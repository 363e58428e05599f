import { KMH_PER_MPS } from '../../units.ts';
import { wayBetween } from '../laps/wayBetween.ts';
import type { Channels } from '../model.ts';
import type { Positions } from './freshPositions.ts';
import type { PathGeometry } from './pathGeometry.ts';
import { PathPoint } from './pathPoint.ts';

/** Where each position lies on a path. */
export interface Tracked {
	/** unwrapped place, one entry per position; NaN where the car is not on the path */
	placeM: Float64Array;
	/** left of the path positive */
	offsetM: Float64Array;
	/** share of the driven way that was found on the path, 0 … 1 */
	onPath: number;
	/** the run follows the path, but the other way round */
	reversed: boolean;
}

/** A position is on the path up to this distance from it: run-off, pit lane beside the straight. */
const LARGEST_OFFSET_M = 60;
/** A position that has been lost is found again within this distance. */
const FOUND_OFFSET_M = 30;
/** Step along the path against the driven way: slack, and share of the way. */
const STEP_SLACK_M = 10;
const STEP_SHARE = 0.6;
/** After this time without a place the whole path is searched. */
const SEARCH_AFTER_S = 1;
/** The driven way over a longer gap says too little about where the car is. */
const LONGEST_STEP_S = 4;
/** So many positions near the path say which way round the run goes. */
const ENOUGH_TRIES = 15;
/** Slower than this a car has no course to search by. */
const COURSE_KMH = 15;
/** Cosine that the course must have with the path's direction. */
const ALONG_COS = 0.5;

/**
 * Follows a run along a path: each position is dropped on it square to its direction, near where the driven way since the last one
 * leads, so that neighbouring stretches, crossings and hairpins are not mixed up. Between two points of the path the direction
 * turns evenly, which makes places continuous. Where the car leaves the path its place is unknown until it is back.
 *
 * O(positions); the whole path is searched only at the start and after leaving it.
 */
export function trackOnPath(positions: Positions, channels: Channels, path: PathGeometry): Tracked {
	const { sample, xM, yM } = positions;
	const { timeS, speedKmh } = channels;
	const n = sample.length;
	const placeM = new Float64Array(n).fill(NaN);
	const offsetM = new Float64Array(n).fill(NaN);
	const at = new PathPoint(path);
	const start = firstOnPath();
	if (start.index < 0) return { placeM, offsetM, onPath: 0, reversed: start.against > 0 };
	const onward = follow(start.index, 1);
	const back = follow(start.index, -1);
	const driven = onward.driven + back.driven;
	const onPath = driven > 0 ? (onward.found + back.found) / driven : 1;
	return { placeM, offsetM, onPath, reversed: start.against > start.along };

	/** Way between two neighbouring positions. */
	function wayTo(j: number): number {
		const from = sample[j - 1];
		const to = sample[j];
		if (to > from + 1) return wayBetween(channels, from, to);
		const way = ((speedKmh[from] + speedKmh[to]) / (2 * KMH_PER_MPS)) * (timeS[to] - timeS[from]);
		return way >= 0 ? way : wayBetween(channels, from, to);
	}

	/** First position from which the path can be followed, and how many before it ran along or against it. */
	function firstOnPath(): { index: number; along: number; against: number } {
		let along = 0;
		let against = 0;
		let index = -1;
		let triedS = -Infinity;
		for (let j = 0; j < n - 1; j++) {
			if (timeS[sample[j]] < triedS + SEARCH_AFTER_S || !(speedKmh[sample[j]] > COURSE_KMH)) continue;
			triedS = timeS[sample[j]];
			const cos = at.search(xM[j], yM[j], course(j), FOUND_OFFSET_M);
			if (!(Math.abs(at.offsetM) < FOUND_OFFSET_M)) continue;
			if (cos > ALONG_COS) along++;
			else if (cos < -ALONG_COS) against++;
			if (index < 0 && cos > ALONG_COS) index = j;
			if (along + against >= ENOUGH_TRIES) break;
		}
		return { index: along > against ? index : -1, along, against };
	}

	/** Direction of travel around a position, from a chord that noise cannot turn. */
	function course(j: number): number {
		const reach = Math.max(3, 12 * positions.noiseM);
		let high = j;
		while (high < n - 1 && high < j + 100 && Math.hypot(xM[high] - xM[j], yM[high] - yM[j]) < reach) high++;
		let low = j;
		if (high === n - 1) while (low > 0 && Math.hypot(xM[high] - xM[low], yM[high] - yM[low]) < reach) low--;
		return Math.atan2(yM[high] - yM[low], xM[high] - xM[low]);
	}

	/** Follows the path from a position to the end or the start of the run; returns the way driven and the way found on the path. */
	function follow(from: number, direction: 1 | -1): { driven: number; found: number } {
		let driven = 0;
		let found = 0;
		at.search(xM[from], yM[from], course(from), FOUND_OFFSET_M);
		let place = at.placeM;
		let turns = 0;
		placeM[from] = place;
		offsetM[from] = at.offsetM;
		let last = from;
		let expected = place;
		let afterGap = false;
		for (let j = from + direction; j >= 0 && j < n; j += direction) {
			const before = direction > 0 ? j - 1 : j;
			const way = wayTo(before + 1);
			const stepS = timeS[sample[before + 1]] - timeS[sample[before]];
			if (stepS < LONGEST_STEP_S) {
				expected += direction * way;
				driven += way;
			} else {
				expected = place;
				afterGap = true;
			}
			const lostS = Math.abs(timeS[sample[j]] - timeS[sample[last]]);
			if (lostS < SEARCH_AFTER_S + stepS && stepS < LONGEST_STEP_S) {
				at.moveTo(expected - turns * path.lengthM);
				const reach = STEP_SLACK_M + STEP_SHARE * Math.abs(expected - place);
				if (at.settle(xM[j], yM[j], reach) && Math.abs(at.offsetM) <= LARGEST_OFFSET_M) {
					const dropped = at.placeM + (turns + at.turns) * path.lengthM;
					if (Math.abs(dropped - expected) <= reach) {
						turns += at.turns;
						place = dropped;
						expected = dropped;
						placeM[j] = place;
						offsetM[j] = at.offsetM;
						last = j;
						if (Math.abs(at.offsetM) < FOUND_OFFSET_M) found += way;
					}
				}
				continue;
			}
			if (!(speedKmh[sample[j]] > COURSE_KMH)) continue;
			const cos = at.search(xM[j], yM[j], course(j), FOUND_OFFSET_M);
			if (!(cos > ALONG_COS && Math.abs(at.offsetM) < FOUND_OFFSET_M)) continue;
			turns = turnsTo(at.placeM, place, expected, afterGap, direction);
			afterGap = false;
			place = at.placeM + turns * path.lengthM;
			expected = place;
			placeM[j] = place;
			offsetM[j] = at.offsetM;
			last = j;
		}
		return { driven, found };
	}

	/**
	 * Whole turns to add to a place where the path is met again: those that the driven way says; behind a gap in the recording, which
	 * says nothing about the way, as few as lie ahead.
	 */
	function turnsTo(found: number, lastPlace: number, expected: number, afterGap: boolean, direction: 1 | -1): number {
		if (!path.closed) return 0;
		if (!afterGap) return Math.round((expected - found) / path.lengthM);
		const ahead = (lastPlace - direction * STEP_SLACK_M - found) / path.lengthM;
		return direction > 0 ? Math.ceil(ahead) : Math.floor(ahead);
	}
}
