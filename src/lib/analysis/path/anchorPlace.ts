import type { LapMarks } from '../laps/lapMarks.ts';
import { median } from '../stats/quantile.ts';
import { sampleBefore, wayShare } from '../trace/placeTime.ts';
import type { Channels } from '../model.ts';

/** Marks known better than this know the line better than the projection on the path does. */
const FINE_S = 0.0015;
/** The file's line and the path's are the same when its marks lie this near to it: a line is not quite square to every path. */
const LARGEST_SHIFT_M = 4;
/** What a mark moves fades over this way before and behind the line. */
const FADE_M = 80;

/**
 * Pins places to the file's own crossings of the line, where these are finely known and are crossings of this path's line: each
 * crossing is put at exactly a whole turn. What that moves is due to the line's own direction, which need not be square to the path,
 * and to the receiver; both belong to the place where the line is, so the move fades away from it.
 *
 * @param placeM unwrapped places by sample; changed in place, unless the marks are coarse or belong to another line
 */
export function anchorPlace(placeM: Float64Array, channels: Channels, lengthM: number, marks: LapMarks): void {
	const own = marks.source !== 'chosenLine' && marks.source !== 'lapLength' && marks.source !== 'none';
	if (!own || !(marks.plusMinusS <= FINE_S)) return;
	const { timeS, speedKmh } = channels;
	const at: number[] = [];
	const off: number[] = [];
	for (const crossing of marks.crossingS) {
		const i = sampleBefore(timeS, crossing);
		if (i < 0 || i + 1 >= timeS.length) continue;
		const share = wayShare((crossing - timeS[i]) / (timeS[i + 1] - timeS[i]), speedKmh[i], speedKmh[i + 1]);
		const place = placeM[i] + share * (placeM[i + 1] - placeM[i]);
		if (!Number.isFinite(place)) continue;
		at.push(place);
		off.push(place - Math.round(place / lengthM) * lengthM);
	}
	if (at.length === 0 || Math.abs(median(off)) > LARGEST_SHIFT_M) return;
	const fade = Math.min(FADE_M, lengthM / 4);
	let k = 0;
	for (let i = 0; i < placeM.length; i++) {
		const place = placeM[i];
		while (k + 1 < at.length && place - at[k] > at[k + 1] - place) k++;
		const away = Math.abs(place - at[k]);
		// one wild mark is left to the projection
		if (!(away < fade) || Math.abs(off[k]) > LARGEST_SHIFT_M) continue;
		const share = away / fade;
		placeM[i] = place - off[k] * (1 - share * share * (3 - 2 * share));
	}
}
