import { describe, expect, it } from 'vitest';
import type { Channels } from '../model.ts';
import { buildPath } from './buildPath.ts';
import { cornerElements, drive, straight, symmetricCircuit } from './testing/madeUpCircuit.ts';

const circuit = symmetricCircuit(
	[straight(180), ...cornerElements(-60, 45, 20), straight(60), ...cornerElements(150, 28, 14)],
	4
);
const L = circuit.lengthM;
const speedMps = (place: number) => 26 + 8 * Math.cos((8 * Math.PI * place) / L);
const { channels, placeM } = drive(circuit, { rateHz: 50, fromLap: -0.1, toLap: 3.1, speedMps });
const bends = placeM.map((place) => circuit.at(place).curvaturePerM);
const blind: Channels = {
	...channels,
	xM: null,
	yM: null,
	lapColumn: placeM.map((place) => Math.floor(place / L) + 1)
};

const sources: { name: string; origin: string; more: Partial<Channels> }[] = [
	{
		name: 'lateral acceleration with an offset',
		origin: 'latAcc',
		more: { accLatMps2: bends.map((bend, i) => bend * speedMps(placeM[i]) ** 2 + 0.15) }
	},
	{
		name: 'yaw rate with an offset',
		origin: 'yawRate',
		more: { yawRateRadps: bends.map((bend, i) => bend * speedMps(placeM[i]) + 0.004) }
	},
	{ name: 'steering of unknown ratio', origin: 'steering', more: { steeringDeg: bends.map((bend) => bend * 1900) } }
];

describe('a path without positions', () => {
	it.each(sources)('is drawn from $name, closed, with the right bends', ({ origin, more }) => {
		const { path, warnings } = buildPath({ ...blind, ...more });
		expect(path.origin).toBe(origin);
		expect(warnings.map(({ code }) => code)).toContain('path_from_accelerations');
		expect(Math.abs(path.lengthM / L - 1)).toBeLessThan(1e-3);
		let squares = 0;
		path.curvaturePerM.forEach(
			(bend, s) => (squares += (bend - circuit.at((s * L) / path.lengthM).curvaturePerM) ** 2)
		);
		expect(Math.sqrt(squares / path.curvaturePerM.length)).toBeLessThan(1.5e-3);
		const last = path.xM.length - 1;
		expect(Math.hypot(path.xM[last] - path.xM[0], path.yM[last] - path.yM[0])).toBeLessThan(3);
	});

	it('takes of two sensors the one that closes the lap', () => {
		const [accelerations, yaw] = sources;
		const wrong = { accLatMps2: accelerations.more.accLatMps2?.map((value) => 1.2 * value) ?? null };
		expect(buildPath({ ...blind, ...yaw.more, ...wrong }).path.origin).toBe('yawRate');
	});

	it('has a length and no shape with speed alone', () => {
		const { path, warnings } = buildPath(blind);
		expect(path.origin).toBe('speedOnly');
		expect(path.curvaturePerM.every(Number.isNaN)).toBe(true);
		expect(warnings.map(({ code }) => code)).toContain('speed_only');
	});
});
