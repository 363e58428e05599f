import { describe, expect, it } from 'vitest';
import { curvatureOf, fitEvenLine } from './evenLine.ts';
import { cornerElements, straight, symmetricCircuit } from './testing/madeUpCircuit.ts';

/** Points every so many metres of a made-up circuit, with their places. */
function pointsOf(circuit: ReturnType<typeof symmetricCircuit>, stepM: number) {
	const atM = Float64Array.from({ length: Math.floor(circuit.lengthM / stepM) }, (_, i) => i * stepM);
	const points = Array.from(atM, (place) => circuit.at(place));
	const xM = Float64Array.from(points, (point) => point.xM);
	const yM = Float64Array.from(points, (point) => point.yM);
	return { atM, xM, yM, weights: null, lengthM: circuit.lengthM, closed: true };
}

describe('fitEvenLine', () => {
	it('measures the length and the radius of a circle', () => {
		const circle = symmetricCircuit([[(Math.PI * 120) / 2, 1 / 120, 1 / 120]], 4);
		const line = fitEvenLine(pointsOf(circle, 0.7), 50);
		expect(line.lengthM).toBeCloseTo(2 * Math.PI * 120, 2);
		for (const bend of curvatureOf(line)) expect(1 / bend).toBeCloseTo(120, 1);
	});

	it('keeps the ramps between straights and arcs', () => {
		const circuit = symmetricCircuit(
			[straight(120), ...cornerElements(-120, 30, 24), straight(80), ...cornerElements(30, 60, 20)],
			4
		);
		const line = fitEvenLine(pointsOf(circuit, 0.9), 50);
		const bends = curvatureOf(line);
		let squares = 0;
		bends.forEach((bend, i) => (squares += (bend - circuit.at(i * line.stepM).curvaturePerM) ** 2));
		expect(Math.sqrt(squares / bends.length)).toBeLessThan(4e-4);
	});

	it('finds the same shape from places that are only roughly known', () => {
		const circuit = symmetricCircuit([straight(150), ...cornerElements(90, 40, 25)], 4);
		const points = pointsOf(circuit, 0.9);
		const rough = points.atM.map((place) => place * 1.01 + 3 * Math.sin(place / 70));
		const line = fitEvenLine({ ...points, atM: rough, lengthM: circuit.lengthM * 1.01 }, 50);
		expect(line.lengthM).toBeCloseTo(circuit.lengthM, 0);
	});
});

══════════════════════════════

--- What you should do ---
The lines from the start of the entries above through the line containing "onPath: number;" are the ones to return, please; copy them exactly and include both ends.

--- Result for this task ---
repository 363e58428e05599f
import { KMH_PER_MPS } from '../../units.ts';
import { wayBetween } from '../laps/wayBetween.ts';
import type { Channels } from '../model.ts';
import type { Positions } from './freshPositions.ts';
import type { PathGeometry } from './pathGeometry.ts';
import { PathPoint } from './pathPoint.ts';

/** Where each position lies on a path. */
export interface Tracked {
	/** unwrapped place, one entry per position; NaN where the car is not on the path */
	placeM: Float64Array;
	/** left of the path positive */
	offsetM: Float64Array;
	/** share of the driven way that was found on the path, 0 … 1 */
	onPath: number;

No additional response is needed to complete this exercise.